Pacific Equity Partners has welcomed Kohlberg Kravis Roberts into its buyout proposal for SAI Global in Australia, local media has reported.
The two private equity firms are preparing a joint bid for the Australian compliance business after PEP’s A$1.1 billion ($1 billion; €758 million) proposal was rejected to open the offer to other potential buyers. A bid is expected by 15 July, media said.
SAI is an ASX-listed business, focusing on providing information services, risk management and compliance to companies globally. The business had recently terminated the contract of its chief executive due to his differences with the board.
KKR has been targeting Australia lately, the market being one of the key focus areas for its latest $6 billion Asia-dedicated fund.
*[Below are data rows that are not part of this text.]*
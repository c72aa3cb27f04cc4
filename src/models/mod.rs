//! Candidate models behind one [`Forecaster`] trait: the echo state network and next-generation
//! reservoir computing (trained on every nested prefix in one pass through streaming ridge
//! normal equations), polynomial regression, feed-forward and LSTM networks, the user's own
//! training command, closures coupled to the coarse solver, and the floors every report shows
//! (persistence, climatology).
//!
//! Every family implements [`family::ModelFamily`] once and is listed in [`registry`]; the
//! study engine knows the families only through these.

/// Declares the model-family modules, one line each with the registrations the module
/// exports ([`family::Registration`]); [`registry::FAMILIES`] lists them in this order. A new
/// family is its own file plus one line here.
macro_rules! families {
    ($($module:ident::{$($registration:ident),+}),+ $(,)?) => {
        $(pub mod $module;)+

        /// The registrations declared by `families!`, as an array expression (for
        /// [`registry::FAMILIES`]).
        macro_rules! registrations {
            () => {
                [$($(crate::models::$module::$registration,)+)+]
            };
        }
    };
}

families! {
    esn::{FAMILY},
    ngrc::{FAMILY},
    nn::{MLP_FAMILY, LSTM_FAMILY},
    polynomial::{FAMILY},
    command::{FAMILY},
}

pub mod climatology;
pub mod closure;
pub mod family;
pub mod finetune;
pub mod registry;
pub mod ridge;

use ndarray::ArrayView2;
use serde::{Deserialize, Serialize};

/// Errors from building or training a model.
#[derive(Debug, thiserror::Error)]
pub enum ModelError {
    #[error("model setting `{key}` = {value} is out of range; allowed: {allowed}")]
    InvalidParameter {
        key: String,
        value: String,
        allowed: String,
    },
    /// Several settings out of range, each an [`ModelError::InvalidParameter`].
    #[error("{}", .0.iter().map(|e| e.to_string()).collect::<Vec<_>>().join("; "))]
    InvalidParameters(Vec<ModelError>),
    #[error("no subset sizes to train on")]
    NoSizes,
    #[error(
        "subset of {size} samples is larger than the {available} samples available for training"
    )]
    SubsetTooLarge { size: usize, available: usize },
    #[error("subset of {size} samples leaves no training pairs after a washout of {washout}; use subsets larger than washout + 1 or lower `washout`")]
    SubsetBelowWashout { size: usize, washout: usize },
    #[error("reservoir state turned non-finite at training step {step}; lower `input-scaling` or `spectral-radius`")]
    NonFinite { step: usize },
    #[error("model '{model}' is the user's own training command: command models are run point by point by the runner (models::command::run_command_point), not trained in process")]
    CommandModel { model: String },
    #[error("readout for the subset of {size} samples failed: {source}")]
    Ridge {
        size: usize,
        source: ridge::RidgeError,
    },
}

/// The error for a setting out of its range: `key` as written in a study file, the value given
/// and what is allowed.
pub(crate) fn out_of_range(key: &str, value: String, allowed: &str) -> ModelError {
    ModelError::InvalidParameter {
        key: key.to_string(),
        value,
        allowed: allowed.to_string(),
    }
}

/// The out-of-range settings of one family's table, all of them (so a study file's check
/// reports every one at once); [`SettingProblems::finish`] turns them into one error.
#[derive(Debug, Default)]
pub(crate) struct SettingProblems(Vec<ModelError>);

impl SettingProblems {
    /// Records a setting out of range (see [`out_of_range`]).
    pub(crate) fn out_of_range(&mut self, key: &str, value: String, allowed: &str) {
        self.0.push(out_of_range(key, value, allowed));
    }

    /// Records the problems of a nested settings check.
    pub(crate) fn add(&mut self, result: Result<(), ModelError>) {
        if let Err(e) = result {
            match e {
                ModelError::InvalidParameters(v) => self.0.extend(v),
                e => self.0.push(e),
            }
        }
    }

    /// `ok` when no setting was out of range; else the one problem, or all of them.
    pub(crate) fn finish<T>(mut self, ok: T) -> Result<T, ModelError> {
        match self.0.len() {
            0 => Ok(ok),
            1 => Err(self.0.pop().expect("one problem")),
            _ => Err(ModelError::InvalidParameters(self.0)),
        }
    }
}

impl ModelError {
    /// The settings out of range this error names, one error each (itself for any other error).
    pub fn into_settings(self) -> Vec<ModelError> {
        match self {
            ModelError::InvalidParameters(v) => v,
            e => vec![e],
        }
    }
}

/// Column means and standard deviations of `rows` for standardising a model's inputs (or
/// targets), a NaN, zero or negative deviation replaced by 1 so that a constant column passes
/// through centred instead of turning every value non-finite.
pub(crate) fn standardisation(rows: ArrayView2<f64>) -> (Vec<f64>, Vec<f64>) {
    let (mean, mut scale) = crate::data::column_stats(rows);
    for s in &mut scale {
        if s.is_nan() || *s <= 0.0 {
            *s = 1.0;
        }
    }
    (mean, scale)
}

/// How the ridge penalty depends on the number of training pairs n.
#[derive(Debug, Clone, Copy, PartialEq, Eq, Serialize, Deserialize)]
#[serde(rename_all = "kebab-case")]
pub enum RidgeScaling {
    /// Penalty λ·n: the same prior strength per sample at every subset size (the default: a
    /// fixed penalty lets autonomous forecasts turn unstable as n grows).
    PerSample,
    /// Penalty λ at every size.
    Fixed,
}

/// What one fit on one subset recorded besides the model.
#[derive(Debug, Clone, PartialEq, Serialize, Deserialize)]
#[serde(rename_all = "kebab-case")]
pub struct FitSummary {
    /// Subset size in samples.
    pub n: usize,
    /// Input/target pairs used by the fit.
    pub training_pairs: usize,
    /// Ridge penalty actually used (after scaling), for ridge readouts.
    pub ridge_penalty: Option<f64>,
    /// Root-mean-square one-step training residual in standardised units (offline fit quality).
    pub training_rmse: Option<f64>,
    /// How the ridge penalty was chosen (fixed or by GCV, with its score), for ridge readouts.
    #[serde(default, skip_serializing_if = "Option::is_none")]
    pub ridge_selection: Option<ridge::RidgeChoice>,
}

/// A trained model that forecasts autonomously from an initial condition.
pub trait Forecaster: Send + Sync {
    /// Drives the model with the truth in `history` (the last row is the initial condition, the
    /// rows before it the warm-up), then forecasts `steps` samples ahead, calling `sink(k, x̂)` for
    /// lead k = 1..=steps. Stops early when `sink` returns false. Never panics on a diverging
    /// forecast: non-finite values are passed to the sink, which decides.
    fn forecast(
        &self,
        history: ArrayView2<f64>,
        steps: usize,
        sink: &mut dyn FnMut(usize, &[f64]) -> bool,
    );

    /// [`Forecaster::forecast`] from many initial conditions at once: `sink(i, k, x̂)` for
    /// history i and lead k; returning false stops forecast i only. Models override this to
    /// advance all forecasts together as matrix products; the default runs them one by one.
    /// Overrides must give exactly the values of `forecast`, bit for bit.
    fn forecast_batch(
        &self,
        histories: &[ArrayView2<f64>],
        steps: usize,
        sink: &mut dyn FnMut(usize, usize, &[f64]) -> bool,
    ) {
        for (i, h) in histories.iter().enumerate() {
            self.forecast(*h, steps, &mut |k, x| sink(i, k, x));
        }
    }
}

/// Persistence: x̂(t) = x(0) at every lead.
#[derive(Debug, Clone, Copy, Default)]
pub struct Persistence;

impl Forecaster for Persistence {
    fn forecast(
        &self,
        history: ArrayView2<f64>,
        steps: usize,
        sink: &mut dyn FnMut(usize, &[f64]) -> bool,
    ) {
        let last = history.row(history.nrows() - 1).to_vec();
        for k in 1..=steps {
            if !sink(k, &last) {
                return;
            }
        }
    }
}

/// Data and checks shared by the families' tests.
#[cfg(test)]
pub(crate) mod test_support {
    use ndarray::Array2;

    /// Lorenz-96 with K = 8 and F = 8, integrated with step 0.01 and saved every 0.05 time units
    /// after a spin-up of 10 time units (a chaotic trajectory, cheap to make).
    pub fn lorenz96(samples: usize, seed: u64) -> Array2<f64> {
        crate::systems::simulate(
            &crate::systems::SimulationSpec {
                system: crate::systems::SystemSpec::Lorenz96 { k: 8, forcing: 8.0 },
                dt: 0.01,
                sample_interval: 0.05,
                spin_up: 10.0,
                samples,
                seed,
            },
            None,
        )
        .unwrap()
        .resolved
    }

    /// Panics unless `a` and `b` hold the same values bit for bit (NaNs and signed zeros too).
    #[track_caller]
    pub fn assert_bits_eq(a: &[f64], b: &[f64], what: &str) {
        assert_eq!(a.len(), b.len(), "{what}: lengths");
        if let Some(i) = (0..a.len()).find(|&i| a[i].to_bits() != b[i].to_bits()) {
            panic!("{what}: first difference at {i}: {:e} vs {:e}", a[i], b[i]);
        }
    }

    /// Smallest CPU time of `reps` runs of `f` on this thread, in seconds (from
    /// /proc/thread-self/schedstat, so time spent waiting for a core on a busy machine is left
    /// out; wall time if that file cannot be read).
    pub fn best_cpu_seconds<T>(reps: usize, mut f: impl FnMut() -> T) -> f64 {
        let cpu = || {
            std::fs::read_to_string("/proc/thread-self/schedstat")
                .ok()
                .and_then(|s| s.split_whitespace().next()?.parse::<u64>().ok())
        };
        (0..reps)
            .map(|_| {
                let (c0, w0) = (cpu(), std::time::Instant::now());
                std::hint::black_box(f());
                match (c0, cpu()) {
                    (Some(a), Some(b)) => (b - a) as f64 * 1e-9,
                    _ => w0.elapsed().as_secs_f64(),
                }
            })
            .fold(f64::INFINITY, f64::min)
    }

    /// The resolved variables of the default two-scale Lorenz-96 system (K = 8, J = 32, F = 20)
    /// saved every 0.01 time units (step 0.005, spin-up 5), as the `hot_paths` benchmark uses.
    pub fn two_scale_resolved(samples: usize, seed: u64) -> Array2<f64> {
        crate::systems::simulate(
            &crate::systems::SimulationSpec {
                system: crate::systems::SystemSpec::with_defaults("two-scale-lorenz-96").unwrap(),
                dt: 0.005,
                sample_interval: 0.01,
                spin_up: 5.0,
                samples,
                seed,
            },
            None,
        )
        .unwrap()
        .resolved
    }

    /// The subsets of `sizes` the size-independence tests fit again: its smallest size with each
    /// other size, and its smallest with its two largest.
    pub fn subsets(sizes: &[usize]) -> Vec<Vec<usize>> {
        let mut out: Vec<Vec<usize>> = sizes[1..].iter().map(|&n| vec![sizes[0], n]).collect();
        if sizes.len() > 2 {
            out.push(vec![
                sizes[0],
                sizes[sizes.len() - 2],
                sizes[sizes.len() - 1],
            ]);
        }
        out
    }
}

#[cfg(test)]
mod tests {
    use super::*;
    use ndarray::array;

    #[test]
    fn persistence_repeats_the_initial_condition_and_stops_on_request() {
        let h = array![[0.0, 1.0], [2.0, 3.0]];
        let mut seen = Vec::new();
        Persistence.forecast(h.view(), 5, &mut |k, x| {
            seen.push((k, x.to_vec()));
            k < 3
        });
        assert_eq!(seen.len(), 3);
        assert!(seen.iter().all(|(_, x)| x == &vec![2.0, 3.0]));
    }
}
Industry critics had questioned the firm’s ability to deploy such a large amount of capital – the most ever raised by a single private equity vehicle for the region – in Asia, but the firm had a strong deal pipeline in Australia and Japan, Asia’s most developed buyout markets, from its final close.
“We've seen activity in places like Australia, in terms of the pipeline being busy. Japan is looking a bit more active as well. It's hard to predict where that goes. But as that market opens up, there's meaningful opportunity there. So I'd say the pipeline is strong and broad-based,” Scott Nuttall, head of KKR’s global capital and asset management group, said in an earnings call in July last year.
However, in May 2014 the firm was served a disappointing blow as a A$3.1 billion offer for Australia’s Treasury Wines was rejected due to KKR allegedly breaking confidentiality agreements by contacting Treasury Wine shareholders, Private Equity International reported earlier.
The firm has had more success in Japan, though, recently closing a $1.67 billion buyout of Panasonic Healthcare – successfully completing a corporate carve-out from one of Japan’s iconic corporations.